# [Instructions to follow]
Scan the entries below for the string "came" and copy every line where it turns up.

*** Dataset entries

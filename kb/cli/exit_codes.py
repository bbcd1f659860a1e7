"""Which error ends the program with which status: the only place that knows.

0 done · 1 refused · 2 usage · 3 `check --fail-on` reached · 4 book trouble · 130 interrupted
"""

from __future__ import annotations

from kb.errors import Cancelled, SettingsError, SidepathError, StoreError

DONE = 0
REFUSED = 1
USAGE = 2
FAIL_ON = 3
BOOK_TROUBLE = 4
INTERRUPTED = 130


def exit_code_of(error: SidepathError) -> int:
    """Return the exit status for an error of the family."""
    if isinstance(error, StoreError):
        return BOOK_TROUBLE
    if isinstance(error, Cancelled):
        return INTERRUPTED
    return USAGE if isinstance(error, SettingsError) else REFUSED
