"""Audits and routes as text for a terminal: the answer first, then the figures behind it.

It owns what a terminal shows of them; the pages (`--html`) show all. Everything that came from a person is made safe
by the functions of `render`.
"""

from __future__ import annotations

from typing import TYPE_CHECKING

from kb.audit.sayings import (
    say_cluster,
    say_coverage,
    say_experiment,
    say_projects,
    say_recurrence,
    say_replay,
    say_rule,
    say_trial,
)
from kb.cli.render import bar, heading, severity_word, table, wrapped
from kb.route.worth import figure_words
from kb.vocabulary import Severity

if TYPE_CHECKING:
    from kb.audit.calibration import Calibration
    from kb.audit.coverage import Coverage
    from kb.audit.recurrence_values import Cluster, Recurrence
    from kb.audit.replay_report import ReplayReport
    from kb.record.finding import Interval
    from kb.route.entries import Ledger

FEW = 8
"""Clusters shown without --verbose."""


def render_recurring(found: Recurrence, *, verbose: bool = False) -> str:
    """Return the recurring failures, costliest first, numbered for `--adopt`."""
    lines = wrapped(say_recurrence(found))
    shown = found.clusters if verbose else found.clusters[:FEW]
    for number, cluster in enumerate(shown, 1):
        lines += ["", *_cluster(cluster, number, verbose=verbose)]
    left = len(found.clusters) - len(shown)
    if left:
        lines += ["", f"and {left} more: --verbose shows all, --html FILE draws them"]
    return "\n".join(lines)


def _cluster(c: Cluster, number: int, *, verbose: bool) -> list[str]:
    lines = wrapped(c.title, 4, first=f"{number:>2}  ")
    for words in say_cluster(c):
        lines += wrapped(words, 4)
    if c.proposal is not None:
        lines += wrapped(say_rule(c.proposal), 4)
        lines += wrapped(f"{say_trial(c.proposal)}; adopt it with --adopt {number}", 4)
    if verbose:
        lines += wrapped(say_projects(c), 4)
        lines += wrapped("runs: " + ", ".join(c.runs), 4)
    return lines


def render_replay(report: ReplayReport, *, verbose: bool = False) -> str:
    """Return what a replay came to."""
    lines = ["Stopped before the end; these are the runs that were checked.", ""] if report.stopped else []
    lines += wrapped(say_replay(report))
    lines += ["", heading("With 80 % intervals")]
    for name, share in (
        ("failures warned of", report.recall),
        ("warnings that were right", report.precision),
        ("successes warned of", report.false_alarm_share),
    ):
        if share is not None:
            lines.append(f"  {name:<26}{bar(share.mean):<20}  {_share(share)}")
    lines += ["", heading("By failure mode")]
    rows = [(m.mode.replace("-", " "), str(m.failures), str(m.warned), _share(m.share)) for m in report.by_mode]
    lines += table(rows, ("mode", "failures", "warned of", "share"), (20, 8, 9, 24))
    lines += ["", heading("Over time")]
    periods = [(p.name, str(p.failures), str(p.warned), str(p.successes), str(p.false_alarms)) for p in report.periods]
    lines += table(periods, ("quarter", "failures", "warned of", "successes", "false alarms"), (8, 8, 9, 9, 12))
    lines += ["", heading("Other thresholds on the worry")]
    points = report.curve if verbose else report.curve[:: max(1, len(report.curve) // 10)]
    thresholds = [
        (
            f"{p.threshold:.2f}",
            f"{100 * p.recall:.0f} %",
            "none" if p.precision is None else f"{100 * p.precision:.0f} %",
            str(p.false_alarms),
        )
        for p in points
    ]
    lines += table(thresholds, ("from", "failures warned", "warnings right", "false alarms"), (6, 15, 14, 12))
    if verbose:
        missed = [f"{r.run} ({', '.join(r.modes)})" for r in report.runs if r.failed and not r.warned]
        lines += ["", *wrapped("Missed: " + (", ".join(missed) or "none"))]
    if report.undated or report.unjudged:
        lines += ["", *wrapped(f"Left out: {report.undated} undated, {report.unjudged} that do not say how they went.")]
    return "\n".join(lines)


def render_coverage(coverage: Coverage, *, verbose: bool = False) -> str:
    """Return the cells, contradictions and experiments."""
    lines = wrapped(say_coverage(coverage))
    lines += ["", heading("Experiments that would teach most")]
    for number, e in enumerate(coverage.experiments, 1):
        what, why = say_experiment(e)
        lines += wrapped(what, 5, first=f"{number:>3}  ")
        lines += wrapped(why, 5)
    if coverage.contradictions:
        lines += ["", heading("Like flasks that disagree")]
        for c in coverage.contradictions if verbose else coverage.contradictions[:FEW]:
            lines += wrapped(
                f"{', '.join(c.cell)}: {100 * c.low:.0f} % ({c.low_run}) against {100 * c.high:.0f} % ({c.high_run})", 2
            )
    lines += ["", heading("Fullest combinations")]
    rows = [
        (
            c.carbon_class,
            c.leaving_group,
            c.reagent,
            c.solvent,
            str(c.runs),
            "" if c.best is None else f"{100 * c.best:.0f} %",
            "" if c.mean is None else f"{100 * c.mean:.0f}" + ("" if c.spread is None else f"±{100 * c.spread:.0f}"),
        )
        for c in (coverage.cells if verbose else coverage.cells[:20])
    ]
    header = ("carbon", "leaving", "reagent", "solvent", "runs", "best", "mean")
    return "\n".join([*lines, *table(rows, header, (10, 12, 16, 13, 4, 5, 7))])


def render_calibration(found: Calibration) -> str:
    """Return how well the estimates hold."""
    lines = [line for words in found.words for line in wrapped(words)]
    if found.reliability:
        lines += ["", heading("Main share: expected against found")]
        rows = [
            (
                f"{100 * r.low:.0f} to {100 * r.high:.0f} %",
                str(r.runs),
                f"{100 * r.expected:.0f} %",
                f"{100 * r.measured:.0f} %",
                f"{100 * r.coverage:.0f} %",
            )
            for r in found.reliability
        ]
        lines += table(rows, ("expected", "runs", "mean", "found", "inside their interval"), (12, 5, 6, 6, 22))
    if found.by_support:
        lines += ["", heading("Error by effective precedents")]
        support = [
            (f"{low:g} to {high:g}" if high < float("inf") else f"above {low:g}", str(n), f"{error:.1f}")
            for low, high, n, error in found.by_support
        ]
        lines += table(support, ("precedents", "runs", "points"), (14, 5, 8))
    return "\n".join(lines)


def render_route(ledger: Ledger, lead: str, *, verbose: bool = False) -> str:
    """Return a ledger: the answer, the steps, what goes in."""
    lines = [heading(ledger.route.title), *wrapped(lead, 2), "", heading("Steps")]
    for number, e in enumerate(ledger.entries, 1):
        y = e.step.yield_pct
        lines += wrapped(f"{e.step.name}: {_percent(y.pct)} ({y.basis}: {y.note})", 5, first=f"{number:>3}  ")
        flow = f"{figure_words(e.input_mmol)} mmol in, {figure_words(e.product_mmol)} mmol out"
        lines += wrapped(f"{flow}; {e.so_far_pct:.3g} % so far", 5)
        if e.step.forgiven:
            lines += wrapped(f"a poor yield does not matter: {', '.join(e.step.forgiven)}", 5)
        if e.improvement is not None and (verbose or not e.step.forgiven):
            i = e.improvement
            lines += wrapped(f"at {i.at_pct:.3g} % the route would save {figure_words(i.saves)} {i.unit}", 5)
        for severity, title in e.step.findings if verbose else e.step.findings[:2]:
            lines += wrapped(title, 13, first=f"     {severity_word(Severity(severity))} ")
    lines += ["", heading("Material, at the mean yields and between")]
    for need in ledger.needed:
        grams = f", {figure_words(need.grams)} g" if need.grams is not None else ""
        cost = f", {figure_words(need.cost)} {ledger.route.money}".rstrip() if need.cost is not None else ""
        between = f"{figure_words(need.low)} to {figure_words(need.high)}"
        lines += wrapped(f"{need.material}: {figure_words(need.mmol)} mmol ({between}){grams}{cost}", 2)
    if ledger.counted_pct is not None:
        lines += wrapped(f"Without the steps where yield does not matter: {ledger.counted_pct:.3g} % overall.", 2)
    if ledger.unpriced:
        lines += wrapped(f"No price, so not in the cost: {', '.join(ledger.unpriced)}.", 2)
    closed = _percent(ledger.closed_form_pct)
    lines += ["", *wrapped(f"In closed form {closed}; sampling error {ledger.sampling_error_pct:.2g} points.")]
    return "\n".join(lines)


def _share(interval: Interval | None) -> str:
    if interval is None:
        return ""
    return f"{100 * interval.mean:.0f} % ({100 * interval.low:.0f} to {100 * interval.high:.0f})"


def _percent(interval: Interval) -> str:
    if interval.low == interval.high:
        return f"{interval.mean:.3g} %"
    return f"{interval.mean:.3g} % ({interval.low:.3g} to {interval.high:.3g})"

******

# [Exercise result]
It owns what a terminal shows of them; the pages (`--html`) show all. Everything that came from a person is made safe
    """Return what a replay came to."""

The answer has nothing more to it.